[Records supplied Boundary: Start]

package estimate

import (
	"math"
	"math/cmplx"

	"fettle/audit/figures"
	"fettle/filter/response"
)

// Spectrum is a response on a grid. Not for concurrent use.
type Spectrum struct {
	rate   float64 // Hz
	h      []float64
	origin int
	size   int          // of the transform
	bins   []complex128 // DFT(h), bins 0 to size/2
	moment []complex128 // DFT((n-origin)·h), when it was asked for
}

// GridFor is a transform's size for a response of the given length: at least four
// times that, and ten bins to a hertz, so that 1/f weights and the narrowest band
// see smooth functions.
func GridFor(length int, rate float64) int {
	return response.NextPow2(max(4*length, int(10*rate)))
}

// Transform takes a response to the grid of GridFor; origin is the index in h that
// times are relative to, rate is in Hz.
func Transform(h []float64, origin int, rate float64) *Spectrum {
	size := GridFor(len(h), rate)
	return &Spectrum{rate: rate, h: h, origin: origin, size: size, bins: response.Spectrum(h, size)}
}

// moments is DFT((n-origin)·h).
func (s *Spectrum) moments() []complex128 {
	if s.moment == nil {
		x := make([]float64, len(s.h))
		for n, v := range s.h {
			x[n] = float64(n-s.origin) * v
		}
		s.moment = response.Spectrum(x, s.size)
	}
	return s.moment
}

// Latency is the bulk latency after the origin, in samples, and the polarity
// (response.BulkLatencyOf).
func (s *Spectrum) Latency() (samples float64, polarity int) {
	t, polarity := response.BulkLatencyOf(s.h, s.bins, s.size, s.rate)
	return t - float64(s.origin), polarity
}

// Band is what a response does in one band.
type Band struct {
	Power   float64 // mean of |H|² over the band
	Arrival float64 // s after the origin, |H|²-weighted mean of the group delay
	// Spread2 is the |H|²-weighted mean square of what is left, s².
	Spread2 float64
}

// Band measures one band, times relative to the origin.
func (s *Spectrum) Band(b figures.Band) Band {
	var energy, delayed, squared float64
	moments := s.moments()
	response.EachBin(s.rate/float64(s.size), b.Lower, b.Upper, func(k int, width float64) {
		h, n := s.bins[k], moments[k]
		hh := Power(h)
		inPhase := real(n)*real(h) + imag(n)*imag(h)
		energy += width * hh
		delayed += width * inPhase
		if hh > 0 {
			squared += width * inPhase * inPhase / hh
		}
	})
	mean := delayed / energy
	return Band{
		Power:   energy / (b.Upper - b.Lower),
		Arrival: mean / s.rate,
		Spread2: (squared/energy - mean*mean) / (s.rate * s.rate),
	}
}

// Power is the mean of |H|² over a band.
func (s *Spectrum) Power(b figures.Band) float64 {
	var energy float64
	response.EachBin(s.rate/float64(s.size), b.Lower, b.Upper, func(k int, width float64) {
		energy += width * Power(s.bins[k])
	})
	return energy / (b.Upper - b.Lower)
}

// Rate is the sample rate in Hz.
func (s *Spectrum) Rate() float64 { return s.rate }

// At is the response at the bin nearest to a frequency in Hz, as if the origin stood
// at index 0, and its group delay after the origin in samples.
func (s *Spectrum) At(hz float64) (h complex128, delay float64) {
	k := min(int(math.Round(hz/s.rate*float64(s.size))), len(s.bins)-1)
	v, n := s.bins[k], s.moments()[k]
	turn := 2 * math.Pi * float64(k) / float64(s.size) * float64(s.origin)
	return v * cmplx.Rect(1, turn), (real(n)*real(v) + imag(n)*imag(v)) / Power(v)
}

// Power is |c|² without the square root of cmplx.Abs.
func Power(c complex128) float64 { return real(c)*real(c) + imag(c)*imag(c) }
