package response

import "math"

// Kind is the linear-phase type of a kernel (Oppenheim & Schafer,
// Discrete-Time Signal Processing, section on generalised linear phase). The
// delay of every type but None is (N-1)/2 samples at all frequencies.
type Kind int

const (
	None    Kind = iota // neither symmetric nor antisymmetric
	TypeI               // symmetric, odd length: no forced zero
	TypeII              // symmetric, even length: zero at z = -1
	TypeIII             // antisymmetric, odd length: zeros at z = 1 and z = -1
	TypeIV              // antisymmetric, even length: zero at z = 1
)

// Symmetric reports types I and II.
func (k Kind) Symmetric() bool { return k == TypeI || k == TypeII }

// Antisymmetric reports types III and IV.
func (k Kind) Antisymmetric() bool { return k == TypeIII || k == TypeIV }

// String names the kind as a report does: "none", "type I" to "type IV".
func (k Kind) String() string {
	switch k {
	case TypeI:
		return "type I"
	case TypeII:
		return "type II"
	case TypeIII:
		return "type III"
	case TypeIV:
		return "type IV"
	}
	return "none"
}

// Symmetry classifies a kernel. Tap n counts as equal (opposite) to tap N-1-n
// if they differ (sum) to at most tol times the largest |tap|; tol is 0 or
// more, 1e-12 suits designed kernels. Empty and all-zero kernels are None.
func Symmetry(taps []float64, tol float64) Kind {
	largest, difference, sum := 0.0, 0.0, 0.0
	for n, h := range taps {
		mirror := taps[len(taps)-1-n]
		largest = math.Max(largest, math.Abs(h))
		difference = math.Max(difference, math.Abs(h-mirror))
		sum = math.Max(sum, math.Abs(h+mirror))
	}
	if !(largest > 0) {
		return None
	}
	odd := len(taps)%2 == 1
	switch {
	case difference <= tol*largest:
		return either(odd, TypeI, TypeII)
	case sum <= tol*largest:
		return either(odd, TypeIII, TypeIV)
	}
	return None
}

func either(first bool, a, b Kind) Kind {
	if first {
		return a
	}
	return b
}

[Records supplied Boundary: End]

Exercise prompt -
Given the data above, transcribe exactly the lines from the one containing "func (s *Spectrum) Latency()" down to the one containing "Arrival: mean /", and no others.

Written answer -
func (s *Spectrum) Latency() (samples float64, polarity int) {
	t, polarity := response.BulkLatencyOf(s.h, s.bins, s.size, s.rate)
	return t - float64(s.origin), polarity
}

// Band is what a response does in one band.
type Band struct {
	Power   float64 // mean of |H|² over the band
	Arrival float64 // s after the origin, |H|²-weighted mean of the group delay
	// Spread2 is the |H|²-weighted mean square of what is left, s².
	Spread2 float64
}

// Band measures one band, times relative to the origin.
func (s *Spectrum) Band(b figures.Band) Band {
	var energy, delayed, squared float64
	moments := s.moments()
	response.EachBin(s.rate/float64(s.size), b.Lower, b.Upper, func(k int, width float64) {
		h, n := s.bins[k], moments[k]
		hh := Power(h)
		inPhase := real(n)*real(h) + imag(n)*imag(h)
		energy += width * hh
		delayed += width * inPhase
		if hh > 0 {
			squared += width * inPhase * inPhase / hh
		}
	})
	mean := delayed / energy
	return Band{
		Power:   energy / (b.Upper - b.Lower),
		Arrival: mean / s.rate,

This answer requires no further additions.